Back to LanguageTool Homepage - Privacy - Imprint

Word in context with antipattern


(Mike Unwalla) #1

I have a rule that finds a word in context (http://wiki.languagetool.org/tips-and-tricks#toc24). When I add an antipattern (http://wiki.languagetool.org/development-overview#toc13), the rule does not give the result that I expect. Testrules gives an error message if I remove the comments from the last 2 examples.

<rule id="WORD_IN_CONTEXT_WITH_ANTIPATTERN" name="Test: word in context with antipattern">
  <antipattern>
    <token>car</token>
    <token>boot</token>
  </antipattern>
  <pattern>
    <token postag="SENT_START" skip="-1"><exception scope="next">elephant</exception></token>
    <marker>
      <token skip="-1">trunk<exception scope="next">elephant</exception></token>
    </marker>
    <token postag="SENT_END"><exception scope="current">elephant</exception></token>
  </pattern>
  <message>For AmE, use 'trunk' not 'boot'. Context: http://wiki.languagetool.org/tips-and-tricks#toc24, antipattern: http://wiki.languagetool.org/development-overview#toc13</message>
  <short>Antipattern test</short>
  <example type="incorrect" correction="">The automobile has a small <marker>trunk</marker>.</example>
  <example type="incorrect" correction="">A <marker>trunk</marker> is a type of container.</example>
  <example type="correct">The elephant has a long <marker>trunk</marker>.</example>
  <example type="correct">The <marker>trunk</marker> of the elephant is large.</example>
<!--  <example type="correct">The car boot contains a <marker>trunk</marker>.</example>-->
<!--  example type="correct">Put the <marker>trunk</marker> in the car boot.</example>-->
</rule>

Should I be able to use an antipattern with the word-in-context method?


(Daniel Naber) #2

Yes, but the text matched by the antipattern needs to overlap the text matched by the pattern. You can probably force that by using skip, maybe like this (not tested):

   <antipattern>
      <token>car</token>
      <token skip="-1">boot</token>
      <token>trunk</token>
   </antipattern>

(Mike Unwalla) #3

Thanks Daniel. That works.


(Marcin Miłkowski) #4

It's also a good idea to limit the number of words immunized from matching by using <marker>s.

Best,
Marcin


(Mike Unwalla) #5

Marcin,

Thanks, but I don't understand. The antipattern prevents a match. You suggest that I limit the words that are prevented from matching. That makes sense, because I don't want false negatives.
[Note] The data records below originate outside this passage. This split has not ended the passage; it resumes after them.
import { setImmediate as nextTurn } from 'node:timers/promises';
import type { Db } from '../store/database.ts';
import { findLastScan } from '../store/live-readings.ts';
import { findOpenRunOf, listOpenRuns } from '../store/live-runs.ts';
import { listLiveSources } from '../store/live-sources.ts';
import { holdsLiveChain } from '../store/live-verify.ts';
import { createJournal, type Journal, type JournalNotice } from './journal.ts';
import { type Rolling, startRolling } from './rolling.ts';
import { type ClockJump, createSteadyClock, type SteadyClock } from './steady-clock.ts';

export interface LiveLoggingParts {
  readonly db: Db;
  /** The wall clock, ms since 1970-01-01T00:00:00Z. */
  readonly clock: () => number;
  /** Ms since some instant; never set. */
  readonly monotonic?: () => number;
  readonly log: { info(facts: object, message: string): void; error(facts: object, message: string): void };
}

/** Something a person should know of how scans are kept. */
export type LiveNotice =
  | JournalNotice
  | ClockJump
  /** Scans of an open run no longer have the hash they were kept with. */
  | { readonly kind: 'damaged'; readonly run: number; readonly sourceId: number };

/** What takes scans and keeps them. */
export interface LiveLogging {
  readonly journal: Journal;
  readonly steadyClock: SteadyClock;
  readonly rolling: Rolling;
  /** Calls the listener with every notice from now on, and with those so far; the answer ends it. */
  onNotice(listener: (notice: LiveNotice) => void): () => void;
  /** Looks once whether open runs are as they were kept, and sweeps; in portions. */
  lookAfterStart(): Promise<void>;
  close(): Promise<void>;
}

/** Most notices kept for who listens later. */
const MOST_NOTICES = 100;

export function startLiveLogging({ db, clock, monotonic, log }: LiveLoggingParts): LiveLogging {
  const notices: LiveNotice[] = [];
  const listeners = new Set<(notice: LiveNotice) => void>();
  const tell = (notice: LiveNotice) => {
    log.info(notice, 'live logging');
    notices.push(notice);
    if (notices.length > MOST_NOTICES) notices.shift();
    for (const listener of listeners) listener(notice);
  };
  const steadyClock = createSteadyClock({
    wall: clock,
    monotonic: monotonic ?? (() => performance.now()),
    hasOpenRun: (vesselId) => findOpenRunOf(db, vesselId) !== undefined,
    lastOf: (vesselId) => lastOf(db, vesselId),
    tell,
  });
  const journal = createJournal({ db, clock: steadyClock, tell });
  const rolling = startRolling({ db, clock: steadyClock, journal, log });
  return {
    journal,
    steadyClock,
    rolling,
    onNotice(listener) {
      for (const notice of notices) listener(notice);
      listeners.add(listener);
      return () => listeners.delete(listener);
    },
    async lookAfterStart() {
      for (const run of listOpenRuns(db)) {
        for (const { id } of listLiveSources(db, run.vesselId)) {
          await nextTurn();
          if (!holdsLiveChain(db, run, id)) tell({ kind: 'damaged', run: run.run, sourceId: id });
        }
      }
      await rolling.sweep();
    },
    async close() {
      await journal.close();
      await rolling.close();
    },
  };
}

/** The scan that came last into a vessel, and when the next was due by the source's interval. */
function lastOf(db: Db, vesselId: number): { arrivedMs: number; dueMs: number } | null {
  const all = listLiveSources(db, vesselId).flatMap(({ id, settings }) => {
    const last = findLastScan(db, id);
    if (last === undefined) return [];
    return [{ arrivedMs: last.arrivedMs, dueMs: last.arrivedMs + 1000 * settings.document.intervalS }];
  });
  return all.toSorted((a, b) => b.arrivedMs - a.arrivedMs)[0] ?? null;
}
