import { setImmediate as nextTurn } from 'node:timers/promises';
import type { Db } from '../store/database.ts';
import { clearClosedRun, countScansAfter, keptSpanOf, pruneScans } from '../store/live-rolling.ts';
import { type LiveSourceRow, listLiveSources } from '../store/live-sources.ts';
import type { Journal } from './journal.ts';
import type { SteadyClock } from './steady-clock.ts';
import { whyNotWritten } from './why-not-written.ts';

export interface RollingParts {
  readonly db: Db;
  readonly clock: SteadyClock;
  readonly journal: Journal;
  readonly log: { error(facts: object, message: string): void };
  /** Scans older than so many days go, unless they are of an open run. */
  readonly days?: number;
  /** Most bytes of figures kept; the oldest of the source that has most go first. */
  readonly mostBytes?: number;
}

/** What is kept of a source, by what is known yet: after a start its scans are counted in portions. */
export interface KeptOf {
  readonly scans: number;
  readonly fromMs: number | null;
}

export interface Rolling {
  keptOf(sourceId: number): KeptOf;
  /** Counts, takes away what is too old or too much, and clears what a closed run left; done every minute. */
  sweep(): Promise<void>;
  close(): Promise<void>;
}

interface Tally {
  scans: number;
  bytes: number;
  /** Counted so far; Infinity once all are. */
  untilMs: number;
}

const DAY_MS = 86_400_000;
const DAYS = 3;
const MOST_BYTES = 4 * 1024 ** 3;
const SWEEP_MS = 60_000;
/** Scans touched in one go: a few ms, so that what is to be acknowledged does not wait. */
const PORTION = 1000;

/** Keeps what every source sent in the last days, whether or not a run was open. */
export function startRolling(parts: RollingParts): Rolling {
  const { db, clock, journal, log, days = DAYS, mostBytes = MOST_BYTES } = parts;
  const tallies = new Map<number, Tally>();
  const tallyOf = (sourceId: number) => {
    const tally = tallies.get(sourceId) ?? { scans: 0, bytes: 0, untilMs: Number.NEGATIVE_INFINITY };
    tallies.set(sourceId, tally);
    return tally;
  };
  const endListening = journal.onKept(({ settings, scans }) => {
    const tally = tallyOf(settings.sourceId);
    for (const { timeMs, figures } of scans) {
      if (timeMs > tally.untilMs) continue;
      tally.scans += 1;
      tally.bytes += figures.length * 8;
    }
  });
  let isOver = false;

  const count = async ({ id }: LiveSourceRow) => {
    const tally = tallyOf(id);
    while (tally.untilMs < Number.POSITIVE_INFINITY && !isOver) {
      const { scans, bytes, untilMs } = countScansAfter(db, id, tally.untilMs, 10 * PORTION);
      tally.scans += scans;
      tally.bytes += bytes;
      tally.untilMs = scans < 10 * PORTION || untilMs === null ? Number.POSITIVE_INFINITY : untilMs;
      await nextTurn();
    }
  };

  const prune = async ({ id, vesselId }: LiveSourceRow, beforeMs: number, most: number) => {
    for (let left = most; left > 0 && !isOver; ) {
      const gone = pruneScans(db, { sourceId: id, vesselId, beforeMs, atMost: Math.min(PORTION, left) });
      if (gone.scans === 0) return;
      const tally = tallyOf(id);
      tally.scans -= gone.scans;
      tally.bytes -= gone.bytes;
      left -= gone.scans;
      await nextTurn();
    }
  };

  const clear = async () => {
    for (;;) {
      const cleared = isOver ? null : clearClosedRun(db, PORTION, new Date(clock.now(0)).toISOString());
      if (cleared === null) return;
      const tally = tallyOf(cleared.sourceId);
      tally.scans -= cleared.scans;
      tally.bytes -= cleared.bytes;
      await nextTurn();
    }
  };

  const shrink = async (sources: readonly LiveSourceRow[]) => {
    const all = sources.reduce((sum, { id }) => sum + tallyOf(id).bytes, 0);
    if (all <= mostBytes) return;
    const [largest] = sources.toSorted((a, b) => tallyOf(b.id).bytes - tallyOf(a.id).bytes);
    if (largest === undefined) return;
    const { scans, bytes } = tallyOf(largest.id);
    await prune(largest, Number.MAX_VALUE, Math.ceil(((all - mostBytes) * scans) / bytes));
  };

  const sweep = async () => {
    await clear();
    const sources = listLiveSources(db);
    for (const source of sources) {
      await count(source);
      await prune(source, clock.now(source.vesselId) - days * DAY_MS, Number.POSITIVE_INFINITY);
    }
    await shrink(sources);
  };

  let sweeping: Promise<void> = Promise.resolve();
  const sweepAgain = () => {
    sweeping = sweeping.then(sweep).catch((error: unknown) => {
      // What is not taken away today is taken away when the disk can be written again.
      if (whyNotWritten(error) === null) log.error({ err: error }, 'the rolling store could not be swept');
    });
    return sweeping;
  };
  const timer = setInterval(sweepAgain, SWEEP_MS);
  timer.unref();
  return {
    keptOf(sourceId) {
      return { scans: tallyOf(sourceId).scans, fromMs: keptSpanOf(db, sourceId)?.fromMs ?? null };
    },
    sweep: sweepAgain,
    async close() {
      isOver = true;
      clearInterval(timer);
      endListening();
      await sweeping;
    },
  };
}
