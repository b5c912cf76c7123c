import type { SOURCE_STATES } from '../contract/live.ts';

export type SourceState = (typeof SOURCE_STATES)[number];

export interface Condition {
  readonly state: SourceState;
  /** Ms since 1970-01-01T00:00:00Z. */
  readonly sinceMs: number;
  readonly because: string | null;
}

/** What is known of a source while the program runs. */
export interface SourceCondition {
  /** A scan was kept. */
  sent(nowMs: number): void;
  told(state: 'reached' | 'cannot-be-reached', because: string | null, nowMs: number): void;
  at(nowMs: number): Condition;
}

/** Silent is what has sent nothing for so many of its intervals. */
const SILENT_INTERVALS = 5;

/** Follows one source by the steady clock. Until five intervals have passed it is not called silent. */
export function sourceCondition(intervalS: number, beganMs: number): SourceCondition {
  const silentAfterMs = SILENT_INTERVALS * intervalS * 1000;
  let lastMs: number | null = null;
  let sendsSinceMs = beganMs;
  let unreachedSinceMs: number | null = null;
  let because: string | null = null;
  return {
    sent(nowMs) {
      if (lastMs === null || nowMs - lastMs > silentAfterMs) sendsSinceMs = nowMs;
      lastMs = nowMs;
    },
    told(state, why, nowMs) {
      because = why;
      if (state === 'reached') unreachedSinceMs = null;
      else unreachedSinceMs ??= nowMs;
    },
    at(nowMs) {
      if (unreachedSinceMs !== null) return { state: 'cannot-be-reached', sinceMs: unreachedSinceMs, because };
      const silentSinceMs = (lastMs ?? beganMs) + silentAfterMs;
      if (nowMs <= silentSinceMs) {
        return {
          state: 'sending',
          sinceMs: sendsSinceMs,
          because: because ?? (lastMs === null ? 'Nothing yet' : null),
        };
      }
      const since = lastMs === null ? 'Nothing since the program began to listen' : 'Nothing for five intervals';
      return { state: 'silent', sinceMs: silentSinceMs, because: because === null ? since : `${since}; ${because}` };
    },
  };
}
How do I use in the antipattern to limit the words that are prevented from matching?


(Marcin Miłkowski) #6

What I mean is that in some rules, the antipattern might match too much, and prevent the rule to fire in cases when the antipattern just partially matched. I had such cases -- your antipattern is quite specific but it might easily happen with some POS tag pattern that would not match but it should (just imagine that due to skipping you match very remote parts of the rule).

So I would then just limit the marker to the first token or the last one just to be on the safe side in such cases.